# Orthogonal Eigenfunctions (Landau Lifshitz)

1. Sep 15, 2011

### Master J

I've been reading QM by Landau Lifgarbagez, in which I've come across a statement I can't seem to get my head around.

It states (just before equation 3.6):

a_n = SUM a_m. INTEGRAL f_m. f_n. dq

( a_n is the nth coefficient, f_m is the mth eigenfunction of an operator, dq is the differential element.

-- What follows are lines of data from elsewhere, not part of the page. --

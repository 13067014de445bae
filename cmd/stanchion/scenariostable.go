package main

import (
	"io"
	"strings"

	"stanchion/design"
	"stanchion/schedule/sidebyside"
	"stanchion/schedule/summary"
	"stanchion/schedule/workbook"
)

// fillRow says what came of a scenario.
func (r *run) fillRow(row *sidebyside.Row, lines []summary.Line) {
	c := &r.tally.Count
	row.Passing, row.Failing, row.NoSection, row.NotRead = c[design.Passes], c[design.Fails], c[design.NoSection], c[design.NotRead]
	steel := r.steelOf(lines)
	row.Pieces, row.Tonnes = steel.Pieces, steel.Net.Tonnes()
	row.HasCost, row.HasCarbon = steel.HasCost(), steel.HasCarbon()
	row.Cost, row.Carbon = steel.Net.Money(), steel.Net.TonnesCO2e()
	row.Unpriced, row.Unrated = steel.Unpriced.Mass > 0, steel.Unrated.Mass > 0
	sizes := map[string]bool{}
	for i := range steel.Sections {
		sizes[steel.Sections[i].Section.Name()] = true
	}
	row.Sizes = len(sizes)
	row.AtHand, row.New = r.atHand != nil, row.Tonnes
	for i := range lines {
		if res := &lines[i].Result; res.AtHand != "" {
			row.New -= res.Mass * float64(lines[i].Member.Column.Quantity) / 1000
		}
	}
}

// writer returns how the table is written.
func (s *scenariosRun) writer(r *run) (func(io.Writer) error, error) {
	format, toFile := r.apartFormat(s.format)
	switch {
	case format == "text" && !toFile, format == "txt" && toFile:
		return s.text, nil
	case format == "csv":
		return func(w io.Writer) error { return s.table.WriteCSV(w, s.decimal) }, nil
	case format == "xlsx" && toFile:
		return func(w io.Writer) error {
			return workbook.WriteNew(w, workbook.Laid([]workbook.Sheet{s.table.Page()}, s.paper))
		}, nil
	case toFile:
		return nil, usage(s.cmd, "-o %s: name a file ending in .xlsx, .csv or .txt", s.flags.output)
	}
	return nil, usage(s.cmd, "--format %s: give text or csv", format)
}

// scenariosTitle opens the table in text.
const scenariosTitle = "Scenarios of "

func (s *scenariosRun) text(w io.Writer) error {
	headings, rows := s.table.Text()
	t := newTable(headings...)
	t.limit(0, 28)
	for _, row := range rows {
		t.add(row...)
	}
	lines := append([]string{scenariosTitle + s.table.File, ""}, t.lines()...)
	lines = append(lines, "")
	for i := range s.table.Rows {
		if r := &s.table.Rows[i]; r.Changes != "" {
			lines = append(lines, wrap(r.Name+": "+r.Changes, screenWidth-2, "  "))
		}
	}
	for _, remark := range s.table.Remarks() {
		lines = append(lines, wrap("✗ "+remark, screenWidth-2, "  "))
	}
	_, err := io.WriteString(w, strings.Join(lines, "\n")+"\n")
	return err
}

// scenariosEarlier reports whether an earlier run wrote such a table.
func scenariosEarlier(path string) bool {
	return workbook.WrittenByUs(path) || beginsWith(path, func(line string) bool {
		return sidebyside.IsCSV(line) || strings.HasPrefix(line, scenariosTitle)
	})
}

It follows from the equation for determining the coefficients in a wavefunction composed of a linear sum of eigenfunctions of an operator:

a_n = INTEGRAL f_n. f. dq )

It then states that it is evident from this that the eigenfunctions must be orthogonal. I don't see how this is? I would like to understand this, as it would imply that orthogonality of eigenfunctions would fall directly out of the mathematics of QM!

2. Sep 15, 2011

### Bill_K

Landau and Lifgarbagez is really laborious to read - I think the English translation is partly to blame. The wording is heavily convoluted, making it hard to follow the argument.

Notice that they snuck in without explicitly saying so the assumption that all the eigenvalues fn are distinct. In fact if two eigenvalues coincide, you can choose linear combinations of the Ψn's that are not orthogonal, rendering the conclusion false.

3. Sep 16, 2011

### Master J

Is it assumed in QM that all eigenvalues f_n of a given operator ARE distinct? Why?

4. Sep 16, 2011

### Master J

Is it assumed in QM that all eigenvalues f_n of a given operator ARE distinct? Why?

5. Sep 16, 2011

### sweet springs

Hi, Master J.

Operators corresponds to physical variables, e.g. energy, position, and eigenvalues of operator corresponds to values of physical variables e.g. 0.12 Joule, 3.45 meter. Observed value should be distinctive.

Regards.

Last edited: Sep 16, 2011
6. Sep 16, 2011

### HallsofIvy

The orthogonality "falls out" from that definition of the coefficients.

In particular, if you look for the coefficient, an, in the expansion of fm, you get
$$an= \int fn fm dq$$
But, fm is itself a basis function, so fm is just 1 times fm plus 0 times all the other basis functions. That is
$$am= \int fm^2 dq= 1$$
[tex]an= \int fn fm dqa= 0[tex]
for n not equal to m.

7. Sep 16, 2011

### Bill_K

No, of course not. Eigenvalues can be degenerate. In a spherically symmetric potential for example, solutions proportional to Yℓm for m = -ℓ,... ,+ℓ will have the same energy.

8. Sep 16, 2011

### muppet

It's mentioned at the start of that section that really one should speak about "complete sets" of observables, but for simplicity it was assumed that we'd chosen an observable whose eigenstates formed a complete set by themselves, which would I think mean that it had no degeneracy in its spectrum.

For example, in the case of a spherically symmetric potential, the states Bill_K mentioned with different values of the quantum number m are orthogonal to each other.